I like the idea of the thrummed mittens. I actually have quite a bit of wool and some unspun fleece, so I wouldn't have to buy anything. I wonder if I could find a pattern online?

Also, does anyone know if you can use lanolin on mittens to help keep them from getting too wet in the snow? If I send them to school with him and they go out in the morning and get a little damp, they won't put them back on him in the afternoon if they go out again. Maybe I could send two pairs, but I would have to be crazy vigilant about keeping track of them.


----------



## honeybunmom (Jan 11, 2007)

Quote:


Originally Posted by *Pumpkin_Pie* 
I like the idea of the thrummed mittens. I actually have quite a bit of wool and some unspun fleece, so I wouldn't have to buy anything. I wonder if I could find a pattern online?

Also, does anyone know if you can use lanolin on mittens to help keep them from getting too wet in the snow? If I send them to school with him and they go out in the morning and get a little damp, they won't put them back on him in the afternoon if they go out again. Maybe I could send two pairs, but I would have to be crazy vigilant about keeping track of them.
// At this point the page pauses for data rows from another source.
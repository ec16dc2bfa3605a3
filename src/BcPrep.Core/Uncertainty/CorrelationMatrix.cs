using System.Globalization;
using MathNet.Numerics.LinearAlgebra;

namespace BcPrep.Uncertainty;

/// <summary>
/// Correlation coefficients r(xᵢ, xⱼ) between the inputs of a model (GUM 5.2.2): a symmetric matrix with unit
/// diagonal, |r| ≤ 1, positive semi-definite. Immutable; every factory validates and throws
/// <see cref="BcPrepDataException"/> naming the offending entry.
/// </summary>
public sealed class CorrelationMatrix
{
    /// <summary>Entries may deviate from symmetry / the unit bound by this much (round-off in typed-in tables).</summary>
    public const double Tolerance = 1e-9;

    private readonly double[,] _r;

    private CorrelationMatrix(double[,] r)
    {
        _r = r;
    }

    /// <summary>Number of inputs.</summary>
    public int Size => _r.GetLength(0);

    /// <summary>r(xᵢ, xⱼ).</summary>
    public double this[int i, int j] => _r[i, j];

    /// <summary>True when some off-diagonal entry is non-zero.</summary>
    public bool HasCorrelations
    {
        get
        {
            for (var i = 0; i < Size; i++)
            {
                for (var j = i + 1; j < Size; j++)
                {
                    if (_r[i, j] != 0.0)
                    {
                        return true;
                    }
                }
            }

            return false;
        }
    }

    /// <summary>Uncorrelated inputs: the n × n identity.</summary>
    public static CorrelationMatrix Identity(int size)
    {
        if (size < 1)
        {
            throw new ArgumentOutOfRangeException(nameof(size), size, "A correlation matrix has at least one row.");
        }

        var r = new double[size, size];
        for (var i = 0; i < size; i++)
        {
            r[i, i] = 1.0;
        }

        return new CorrelationMatrix(r);
    }

    /// <summary>
    /// From a full square matrix. The matrix must be symmetric within <see cref="Tolerance"/>, have ones on the
    /// diagonal, |r| ≤ 1 and be positive semi-definite (smallest eigenvalue ≥ −1e-10·n); it is copied and
    /// symmetrised as (R + Rᵀ)/2.
    /// </summary>
    public static CorrelationMatrix FromMatrix(double[,] matrix)
    {
        ArgumentNullException.ThrowIfNull(matrix);
        var n = matrix.GetLength(0);
        if (n < 1 || matrix.GetLength(1) != n)
        {
            throw new BcPrepDataException(
                $"Correlation matrix must be square and non-empty, got {matrix.GetLength(0)} × {matrix.GetLength(1)}.");
        }

        var r = new double[n, n];
        for (var i = 0; i < n; i++)
        {
            for (var j = 0; j < n; j++)
            {
                var rij = matrix[i, j];
                var rji = matrix[j, i];
                if (!double.IsFinite(rij))
                {
                    throw new BcPrepDataException(string.Create(CultureInfo.InvariantCulture,
                        $"Correlation r[{i},{j}] = {rij} is not finite."));
                }

                if (Math.Abs(rij - rji) > Tolerance)
                {
                    throw new BcPrepDataException(string.Create(CultureInfo.InvariantCulture,
                        $"Correlation matrix is not symmetric: r[{i},{j}] = {rij} but r[{j},{i}] = {rji}."));
                }

                if (i == j && Math.Abs(rij - 1.0) > Tolerance)
                {
                    throw new BcPrepDataException(string.Create(CultureInfo.InvariantCulture,
                        $"Correlation r[{i},{i}] = {rij} must be 1."));
                }

                if (Math.Abs(rij) > 1.0 + Tolerance)
                {
                    throw new BcPrepDataException(string.Create(CultureInfo.InvariantCulture,
                        $"Correlation r[{i},{j}] = {rij} lies outside [−1, 1]."));
                }

                r[i, j] = i == j ? 1.0 : Math.Clamp(0.5 * (rij + rji), -1.0, 1.0);
            }
        }

        EnsurePositiveSemiDefinite(r);
        return new CorrelationMatrix(r);
    }

    /// <summary>
    /// From a list of (i, j, r) pairs (zero-based input indices, i ≠ j); unlisted pairs are uncorrelated. Each
    /// pair sets both r[i,j] and r[j,i]; listing the same pair twice with different values is an error.
    /// </summary>
    public static CorrelationMatrix FromPairs(int size, IEnumerable<(int I, int J, double R)> pairs)
    {
        ArgumentNullException.ThrowIfNull(pairs);
        var r = Identity(size)._r;
        var seen = new bool[size, size];
        foreach (var (i, j, value) in pairs)
        {
            if (i < 0 || j < 0 || i >= size || j >= size || i == j)
            {
                throw new BcPrepDataException(string.Create(CultureInfo.InvariantCulture,
                    $"Correlation pair ({i}, {j}) is invalid: indices must differ and lie in [0, {size - 1}]."));
            }

            if (seen[i, j] && r[i, j] != value)
            {
                throw new BcPrepDataException(string.Create(CultureInfo.InvariantCulture,
                    $"Correlation pair ({i}, {j}) is given twice with different values {r[i, j]} and {value}."));
            }

            seen[i, j] = seen[j, i] = true;
            r[i, j] = r[j, i] = value;
        }

        return FromMatrix(r);
    }

    /// <summary>A copy of the coefficients.</summary>
    public double[,] ToArray() => (double[,])_r.Clone();

    /// <summary>Covariance matrix U_x[i,j] = r[i,j]·u[i]·u[j] for the given standard uncertainties.</summary>
    public double[,] ToCovariance(IReadOnlyList<double> standardUncertainties)
    {
        ArgumentNullException.ThrowIfNull(standardUncertainties);
        if (standardUncertainties.Count != Size)
        {
            throw new ArgumentException(
                $"Correlation matrix has size {Size} but {standardUncertainties.Count} uncertainties were given.", nameof(standardUncertainties));
        }

        var cov = new double[Size, Size];
        for (var i = 0; i < Size; i++)
        {
            for (var j = 0; j < Size; j++)
            {
                cov[i, j] = _r[i, j] * standardUncertainties[i] * standardUncertainties[j];
            }
        }

        return cov;
    }

    private static void EnsurePositiveSemiDefinite(double[,] r)
    {
        var n = r.GetLength(0);
        if (n == 1)
        {
            return;
        }

        var evd = Matrix<double>.Build.DenseOfArray(r).Evd(Symmetricity.Symmetric);
        var smallest = evd.EigenValues.Min(e => e.Real);
        if (smallest < -1e-10 * n)
        {
            throw new BcPrepDataException(string.Create(CultureInfo.InvariantCulture,
                $"Correlation matrix is not positive semi-definite (smallest eigenvalue {MeasurementText.Number(smallest, 6)}); the stated correlations are mutually inconsistent."));
        }
    }
}
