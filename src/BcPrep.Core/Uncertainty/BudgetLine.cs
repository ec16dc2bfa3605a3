namespace BcPrep.Uncertainty;

/// <summary>
/// One row of an uncertainty budget for one output y: the input's data, its sensitivity coefficient
/// c = ∂y/∂x (unit of y per unit of x), its contribution uᵢ(y) = c·u(x) (signed, unit of y) and its share of
/// the variance c²u²(x)/u_c²(y) (dimensionless; 0 when u_c = 0). With correlated inputs the shares of all rows
/// plus <see cref="GumOutput.CorrelationVarianceShare"/> add up to 1.
/// </summary>
public sealed record BudgetLine(
    string InputName,
    double Estimate,
    double StandardUncertainty,
    double DegreesOfFreedom,
    DistributionKind Distribution,
    EvaluationType Evaluation,
    string Source,
    double SensitivityCoefficient,
    double Contribution,
    double VarianceShare);
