using System.Numerics;
using System.Runtime.CompilerServices;

namespace BcPrep.Uncertainty;
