using System.Numerics;
using System.Runtime.CompilerServices;
using System.Runtime.InteropServices;

namespace BcPrep.Uncertainty;

/// <summary>
/// The lagged products r(k) = Σᵢ dᵢ dᵢ₊ₖ (d = x − mean) of a range of lags, summed directly, every lag of the range in
/// one sweep over the window: the window is walked in chunks whose deviations sit in a small buffer (cache-resident,
/// of the chunk's length plus the lags, not of the window's), and four lags share each load of dᵢ. A lag is summed in
/// the same order as one vectorised sweep of its own (lane j holds the i ≡ j terms in increasing i, then the lanes are
/// added, then the scalar tail), so r(k) does not depend on which other lags are summed with it or on the chunking.
/// </summary>
internal static class DirectLagSums
{
    /// <summary>Samples per chunk: 2048 deviations plus the lags stay within the first-level cache's reach.</summary>
    private const int Chunk = 2048;

    /// <summary>Writes r(k) for k in [<paramref name="firstLag"/>, <paramref name="endLag"/>) into <paramref name="sums"/>[k].</summary>
    [MethodImpl(MethodImplOptions.AggressiveOptimization)]
    public static void Compute(ReadOnlySpan<double> samples, double mean, int firstLag, int endLag, Span<double> sums)
    {
        var n = samples.Length;
        if (firstLag < 1 || endLag > n || firstLag >= endLag || sums.Length < endLag)
        {
            throw new ArgumentException($"Lags [{firstLag}, {endLag}) must lie within [1, {n}) and the output.", nameof(endLag));
        }
        var width = Vector<double>.Count;
        var lagCount = endLag - firstLag;
        // Per lag: the lane accumulators and how far its vector part reaches, ⌊(n − k)/w⌋·w.
        var accumulators = new Vector<double>[lagCount];
        var deviations = ThreadScratch.Rent(ScratchSlots.Deviations, Chunk + endLag);
        var vectorEnd = VectorEnd(n, firstLag, width);
        for (var start = 0; start < vectorEnd; start += Chunk)
        {
            var stop = Math.Min(start + Chunk, vectorEnd);
            var available = Math.Min(n, stop + endLag) - start;
            for (var i = 0; i < available; i++)
            {
                deviations[i] = samples[start + i] - mean;
            }
            var d = deviations.AsSpan(0, available);
            var k = firstLag;
            for (; k + 4 <= endLag; k += 4)
            {
                SweepFour(d, start, stop, n, k, width, accumulators.AsSpan(k - firstLag, 4));
            }
            for (; k < endLag; k++)
            {
                accumulators[k - firstLag] = Sweep(d, start, start, Math.Min(stop, VectorEnd(n, k, width)), k, width, accumulators[k - firstLag]);
            }
        }
        for (var k = firstLag; k < endLag; k++)
        {
            var sum = Vector.Sum(accumulators[k - firstLag]);
            for (var i = VectorEnd(n, k, width); i < n - k; i++)
            {
                sum += (samples[i] - mean) * (samples[i + k] - mean);
            }
            sums[k] = sum;
        }
    }

    private static int VectorEnd(int n, int lag, int width) => (n - lag) / width * width;

    /// <summary>Lags k … k + 3 over [start, stop) of the window, d holding the deviations from start on.</summary>
    [MethodImpl(MethodImplOptions.AggressiveOptimization)]
    private static void SweepFour(ReadOnlySpan<double> d, int start, int stop, int n, int k, int width, Span<Vector<double>> acc)
    {
        // The four lags' vector parts end within one vector of each other; sweep them together to the shortest.
        var common = Math.Min(stop, VectorEnd(n, k + 3, width)) - start;
        if (common > 0 && common + k + 3 > d.Length)
        {
            throw new InvalidOperationException("The deviation buffer does not reach the lags swept.");
        }
        var a0 = acc[0];
        var a1 = acc[1];
        var a2 = acc[2];
        var a3 = acc[3];
        ref var origin = ref MemoryMarshal.GetReference(d);
        for (var i = 0; i < common; i += width)
        {
            // Unchecked loads: the check above keeps i + k + 3 + width − 1 ≤ common + k + 2 below d.Length.
            var x = Vector.LoadUnsafe(ref origin, (nuint)i);
            a0 += x * Vector.LoadUnsafe(ref origin, (nuint)(i + k));
            a1 += x * Vector.LoadUnsafe(ref origin, (nuint)(i + k + 1));
            a2 += x * Vector.LoadUnsafe(ref origin, (nuint)(i + k + 2));
            a3 += x * Vector.LoadUnsafe(ref origin, (nuint)(i + k + 3));
        }
        var from = start + Math.Max(common, 0);
        acc[0] = Sweep(d, start, from, Math.Min(stop, VectorEnd(n, k, width)), k, width, a0);
        acc[1] = Sweep(d, start, from, Math.Min(stop, VectorEnd(n, k + 1, width)), k + 1, width, a1);
        acc[2] = Sweep(d, start, from, Math.Min(stop, VectorEnd(n, k + 2, width)), k + 2, width, a2);
        acc[3] = Sweep(d, start, from, Math.Min(stop, VectorEnd(n, k + 3, width)), k + 3, width, a3);
    }

    /// <summary>One lag over window indices [from, to), d holding the deviations from window index <paramref name="origin"/> on.</summary>
    [MethodImpl(MethodImplOptions.AggressiveOptimization)]
    private static Vector<double> Sweep(ReadOnlySpan<double> d, int origin, int from, int to, int lag, int width, Vector<double> acc)
    {
        for (var i = from - origin; i < to - origin; i += width)
        {
            acc += new Vector<double>(d[i..]) * new Vector<double>(d[(i + lag)..]);
        }
        return acc;
    }
}
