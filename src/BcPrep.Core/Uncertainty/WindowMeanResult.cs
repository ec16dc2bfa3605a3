using BcPrep.Values;

namespace BcPrep.Uncertainty;

/// <summary>
/// Type A evaluation of the mean of one steady window of a sampled channel (unit of the samples).
/// </summary>
/// <param name="Mean">x̄.</param>
/// <param name="StandardDeviation">Sample standard deviation s (n − 1 denominator).</param>
/// <param name="SampleCount">n.</param>
/// <param name="CutoffLag">Last lag included in γ_n (0 when none).</param>
/// <param name="CutoffConverged">False when the Sokal criterion was never met up to lag n − 1 (γ_n then uses all lags; treat with suspicion).</param>
/// <param name="RawIntegratedAutocorrelation">γ̂_n = 1 + 2 Σ_{k≤m} (1 − k/n) ρ̂(k) as estimated.</param>
/// <param name="IntegratedAutocorrelation">γ_n used: max(γ̂_n, 1), so anti-correlation never claims more than n independent samples ("common practice", conservative).</param>
/// <param name="EffectiveSampleCount">n_eff = n/γ_n.</param>
/// <param name="StandardUncertainty">u(x̄) = s·√[(n − 1)/(n(n_eff − 1))] (bias-corrected, Zhang 2006); 0 for a constant channel.</param>
/// <param name="DegreesOfFreedom">ν used for coverage factors: min(<paramref name="EffectiveSampleDegreesOfFreedom"/>, <paramref name="AutocorrelationEstimateDegreesOfFreedom"/>).</param>
/// <param name="EffectiveSampleDegreesOfFreedom">n_eff − 1 ("common practice"; not standardised).</param>
/// <param name="AutocorrelationEstimateDegreesOfFreedom">n/(2M + 1): reliability of u through the estimated γ_n (GUM G.3 with Sokal's variance of γ̂, from memory); +∞ for a constant channel.</param>
/// <param name="NaiveStandardUncertainty">s/√n, valid only for uncorrelated samples; for comparison.</param>
/// <param name="IsConstant">All samples equal (e.g. a stuck channel or a quantised constant): u = 0 is reported, not NaN.</param>
/// <param name="Cutoff">The cut-off rule used.</param>
public sealed record WindowMeanResult(
    double Mean,
    double StandardDeviation,
    int SampleCount,
    int CutoffLag,
    bool CutoffConverged,
    double RawIntegratedAutocorrelation,
    double IntegratedAutocorrelation,
    double EffectiveSampleCount,
    double StandardUncertainty,
    double DegreesOfFreedom,
    double EffectiveSampleDegreesOfFreedom,
    double AutocorrelationEstimateDegreesOfFreedom,
    double NaiveStandardUncertainty,
    bool IsConstant,
    AutocorrelationCutoff Cutoff)
{
    /// <summary>ν of the naive estimate, n − 1.</summary>
    public double NaiveDegreesOfFreedom => SampleCount - 1.0;

    /// <summary>(x̄, u(x̄), ν).</summary>
    public MeasuredValue ToMeasuredValue() => new(Mean, StandardUncertainty, DegreesOfFreedom);

    /// <summary>Expanded uncertainty k·u with k = t_p(ν) from <see cref="CoverageFactor"/>.</summary>
    public double ExpandedUncertainty(double coverageProbability = 0.95) =>
        StandardUncertainty == 0.0 ? 0.0 : CoverageFactor.ForStudentT(DegreesOfFreedom, coverageProbability) * StandardUncertainty;
}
Are you on ravelry? I'd check there for a thrummed mitted pattern. Yes, you can lanolize mittens. I made some felted mittens for my daughter. Someone else on ravelry made the same pair and said she was going to lanolize them. I don't know why I never thought of that! The snow sticks to these mittens like crazy! Hoping the lanolizing will help.

ETA: Here's a free children's pattern.


----------



## Hopefulmama (Jul 16, 2007)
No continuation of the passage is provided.